- _What this task involves_: Where the data below has the string "propellers", return the whole line.

Stored data
____________

// Static thrust and power coefficients of a water propeller from its diameter, pitch and blade
// count, where the record gives none: the Wageningen B-series open-water polynomials
// (M. W. C. Oosterveld and P. van Oossanen, "Further computer-analyzed data of the Wageningen
// B-screw series", International Shipbuilding Progress 22, 1975; the coefficient tables as
// reprinted by M. M. Bernitsas, D. Ray and P. Kinley, "KT, KQ and efficiency curves for the
// Wageningen B-series propellers", University of Michigan, Dept. of Naval Architecture and Marine
// Engineering, report 237, 1981, table 1; Reynolds number 2·10⁶, no correction applied).
//
// K_T = Σ C·J^s·(P/D)^t·(A_E/A_0)^u·Z^v, likewise K_Q; T = K_T·ρ·n²·D⁴, Q = K_Q·ρ·n²·D⁵, so the
// engine's coefficients are C_T = K_T and C_P = 2π·K_Q (P = 2π·n·Q).
//
// The operating point taken is the bollard one, J = 0 (the boat held at full throttle, or the
// first instant of a launch): K_Q is highest there, so it draws the most current of any advance
// ratio. A boat under way runs at a higher J and draws less.
//
// Stated assumptions, for hobby propellers whose blade area and sections are not recorded:
// - Blade-area ratio: hobby racing propellers are wide-bladed, about 0.8 for a two-blade
//   propeller (common practice, from memory). Torque is taken at the ratio between 0.8 and the
//   series' top of 1.05 that gives the most, since the ratio is not known.
// - Inside the series (P/D 0.5 to 1.4, Z 2 to 7) the polynomials are used as they are. A flatter
//   propeller is taken at P/D 0.5 and one with fewer than two blades as two, both more torque than
//   the propeller has. More than seven blades are taken as seven.
// - Above P/D 1.4 (common for racing propellers), K_Q grows from its value at 1.4 with the square
//   of the pitch ratio: steeper than the series' own logarithmic slope at its top (1.4 to 2.0 over
//   the blade counts and areas used; our computation), so the extension leans to more torque.
//   K_T grows in proportion to the pitch ratio there (thrust is not used by a current check).
//
// Stated accuracy: the polynomials reproduce the series' model tests within a few per cent; a
// hobby propeller's sections, rake, cleaver trailing edge and low Reynolds number (more drag, so
// more torque) differ from the series, so the estimate is taken as about ±30 % (from memory).
// Surface-piercing and cleaver propellers run partly out of the water: a fully submerged estimate
// then overstates their load, which is the safe side for current. Figures that use these values
// are marked estimated, and a verdict resting on them reads no better than tight until the values
// are confirmed.

import type { PropellerCoefficients } from './propeller-estimate';

/** One polynomial term: [C, s (power of J), t (of P/D), u (of A_E/A_0), v (of Z)]. */
type Term = readonly [number, number, number, number, number];

/** K_T, 39 terms (Oosterveld and van Oossanen 1975; Bernitsas, Ray and Kinley 1981, table 1). */
export const B_SERIES_THRUST: readonly Term[] = [
  [0.00880496, 0, 0, 0, 0],
  [-0.204554, 1, 0, 0, 0],
  [0.166351, 0, 1, 0, 0],
  [0.158114, 0, 2, 0, 0],
  [-0.147581, 2, 0, 1, 0],
  [-0.481497, 1, 1, 1, 0],
  [0.415437, 0, 2, 1, 0],
  [0.0144043, 0, 0, 0, 1],
  [-0.0530054, 2, 0, 0, 1],
  [0.0143481, 0, 1, 0, 1],
  [0.0606826, 1, 1, 0, 1],
  [-0.0125894, 0, 0, 1, 1],
  [0.0109689, 1, 0, 1, 1],
  [-0.133698, 0, 3, 0, 0],
  [0.00638407, 0, 6, 0, 0],
  [-0.00132718, 2, 6, 0, 0],
  [0.168496, 3, 0, 1, 0],
  [-0.0507214, 0, 0, 2, 0],
  [0.0854559, 2, 0, 2, 0],
  [-0.0504475, 3, 0, 2, 0],
  [0.010465, 1, 6, 2, 0],
  [-0.00648272, 2, 6, 2, 0],
  [-0.00841728, 0, 3, 0, 1],
  [0.0168424, 1, 3, 0, 1],
  [-0.00102296, 3, 3, 0, 1],
  [-0.0317791, 0, 3, 1, 1],
  [0.018604, 1, 0, 2, 1],
  [-0.00410798, 0, 2, 2, 1],
  [-0.000606848, 0, 0, 0, 2],
  [-0.0049819, 1, 0, 0, 2],
  [0.0025983, 2, 0, 0, 2],
  [-0.000560528, 3, 0, 0, 2],
  [-0.00163652, 1, 2, 0, 2],
  [-0.000328787, 1, 6, 0, 2],
  [0.000116502, 2, 6, 0, 2],
  [0.000690904, 0, 0, 1, 2],
  [0.00421749, 0, 3, 1, 2],
  [0.0000565229, 3, 6, 1, 2],
  [-0.00146564, 0, 3, 2, 2],
];

/** K_Q, 47 terms (same sources). */
export const B_SERIES_TORQUE: readonly Term[] = [
  [0.00379368, 0, 0, 0, 0],
  [0.00886523, 2, 0, 0, 0],
  [-0.032241, 1, 1, 0, 0],
  [0.00344778, 0, 2, 0, 0],
  [-0.0408811, 0, 1, 1, 0],
  [-0.108009, 1, 1, 1, 0],
  [-0.0885381, 2, 1, 1, 0],
  [0.188561, 0, 2, 1, 0],
  [-0.00370871, 1, 0, 0, 1],
  [0.00513696, 0, 1, 0, 1],
  [0.0209449, 1, 1, 0, 1],
  [0.00474319, 2, 1, 0, 1],
  [-0.00723408, 2, 0, 1, 1],
  [0.00438388, 1, 1, 1, 1],
  [-0.0269403, 0, 2, 1, 1],
  [0.0558082, 3, 0, 1, 0],
  [0.0161886, 0, 3, 1, 0],
  [0.00318086, 1, 3, 1, 0],
  [0.015896, 0, 0, 2, 0],
  [0.0471729, 1, 0, 2, 0],
  [0.0196283, 3, 0, 2, 0],
  [-0.0502782, 0, 1, 2, 0],
  [-0.030055, 3, 1, 2, 0],
  [0.0417122, 2, 2, 2, 0],
  [-0.0397722, 0, 3, 2, 0],
  [-0.00350024, 0, 6, 2, 0],
  [-0.0106854, 3, 0, 0, 1],
  [0.00110903, 3, 3, 0, 1],
  [-0.000313912, 0, 6, 0, 1],
  [0.0035985, 3, 0, 1, 1],
  [-0.00142121, 0, 6, 1, 1],
  [-0.00383637, 1, 0, 2, 1],
  [0.0126803, 0, 2, 2, 1],
  [-0.00318278, 2, 3, 2, 1],
  [0.00334268, 0, 6, 2, 1],
  [-0.00183491, 1, 1, 0, 2],
  [0.000112451, 3, 2, 0, 2],
  [-0.0000297228, 3, 6, 0, 2],
  [0.000269551, 1, 0, 1, 2],
  [0.00083265, 2, 0, 1, 2],
  [0.00155334, 0, 2, 1, 2],
  [0.000302683, 0, 6, 1, 2],
  [-0.0001843, 0, 0, 2, 2],
  [-0.000425399, 0, 3, 2, 2],
  [0.0000869243, 3, 3, 2, 2],
  [-0.0004659, 0, 6, 2, 2],
  [0.0000554194, 1, 6, 2, 2],
];

export const WATER_ESTIMATE = {
  /** The bollard point: the advance ratio at which the coefficients are taken. */
  advanceRatio: 0,
  /** The series' range of pitch ratio, blade-area ratio and blade count. */
  pitchRatio: { min: 0.5, max: 1.4 },
  areaRatio: { min: 0.3, max: 1.05 },
  blades: { min: 2, max: 7 },
  /** Lowest blade-area ratio taken for a hobby propeller (common practice, from memory). */
  assumedAreaRatio: 0.8,
  /** Power of the pitch ratio by which K_Q grows above the series' top pitch ratio. */
  torqueExponentAbove: 2,
  /** Power of the pitch ratio by which K_T grows above it. */
  thrustExponentAbove: 1,
  /** ± share of the coefficient the estimate is stated to be within. */
  accuracy: 0.3,
} as const;

export interface OpenWater {
  /** Thrust coefficient K_T = T ÷ (ρ·n²·D⁴). */
  kt: number;
  /** Torque coefficient K_Q = Q ÷ (ρ·n²·D⁵). */
  kq: number;
}

function sum(terms: readonly Term[], j: number, pitchRatio: number, areaRatio: number, blades: number): number {
  let total = 0;
  for (const [c, s, t, u, v] of terms) total += c * j ** s * pitchRatio ** t * areaRatio ** u * blades ** v;
  return total;
}

/** K_T and K_Q of a B-series propeller from the polynomials as published (no range applied). */
export function bSeriesOpenWater(advanceRatio: number, pitchRatio: number, areaRatio: number, blades: number): OpenWater {
  return { kt: sum(B_SERIES_THRUST, advanceRatio, pitchRatio, areaRatio, blades), kq: sum(B_SERIES_TORQUE, advanceRatio, pitchRatio, areaRatio, blades) };
}

const clamp = (x: number, lo: number, hi: number): number => Math.min(hi, Math.max(lo, x));

/**
 * The blade-area ratio between the assumed one and the series' top that gives the most torque
 * at the bollard point. K_Q is a quadratic in A_E/A_0 (powers 0 to 2), so its largest value on
 * the interval is at an end or at the vertex.
 */
export function heaviestAreaRatio(pitchRatio: number, blades: number): number {
  const lo: number = WATER_ESTIMATE.assumedAreaRatio;
  const hi = WATER_ESTIMATE.areaRatio.max;
  const j = WATER_ESTIMATE.advanceRatio;
  // K_Q = a0 + a1·A + a2·A²; only a1 and a2 place the vertex.
  let a1 = 0;
  let a2 = 0;
  for (const [c, s, t, u, v] of B_SERIES_TORQUE) {
    const k = c * j ** s * pitchRatio ** t * blades ** v;
    if (u === 1) a1 += k;
    else if (u === 2) a2 += k;
  }
  const candidates: number[] = [lo, hi];
  if (a2 < 0) {
    const vertex = -a1 / (2 * a2);
    if (vertex > lo && vertex < hi) candidates.push(vertex);
  }
  let best = lo;
  for (const x of candidates) if (bSeriesOpenWater(j, pitchRatio, x, blades).kq > bSeriesOpenWater(j, pitchRatio, best, blades).kq) best = x;
  return best;
}

export interface WaterEstimate extends PropellerCoefficients {
  /** The pitch ratio of the propeller, P/D. */
  pitchRatio: number;
  /** The blade-area ratio and blade count the polynomials were evaluated at. */
  areaRatio: number;
  blades: number;
}

/** Bollard C_T and C_P of a water propeller from its geometry (see the file's head for the method). */
export function estimateWaterCoefficients(diameterM: number, pitchM: number, blades: number): WaterEstimate {
  const pitchRatio = pitchM / diameterM;
  const z = clamp(Math.round(blades), WATER_ESTIMATE.blades.min, WATER_ESTIMATE.blades.max);
  const inRange = clamp(pitchRatio, WATER_ESTIMATE.pitchRatio.min, WATER_ESTIMATE.pitchRatio.max);
  const areaRatio = heaviestAreaRatio(inRange, z);
  const at = bSeriesOpenWater(WATER_ESTIMATE.advanceRatio, inRange, areaRatio, z);
  const above = Math.max(1, pitchRatio / WATER_ESTIMATE.pitchRatio.max);
  const kt = at.kt * above ** WATER_ESTIMATE.thrustExponentAbove;
  const kq = at.kq * above ** WATER_ESTIMATE.torqueExponentAbove;
  return { thrustCoefficient: kt, powerCoefficient: 2 * Math.PI * kq, pitchRatio, areaRatio, blades: z };
}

____________

- _Written answer_:
// Wageningen B-series propellers", University of Michigan, Dept. of Naval Architecture and Marine
// Stated assumptions, for hobby propellers whose blade area and sections are not recorded:
// - Blade-area ratio: hobby racing propellers are wide-bladed, about 0.8 for a two-blade
// - Above P/D 1.4 (common for racing propellers), K_Q grows from its value at 1.4 with the square
// Surface-piercing and cleaver propellers run partly out of the water: a fully submerged estimate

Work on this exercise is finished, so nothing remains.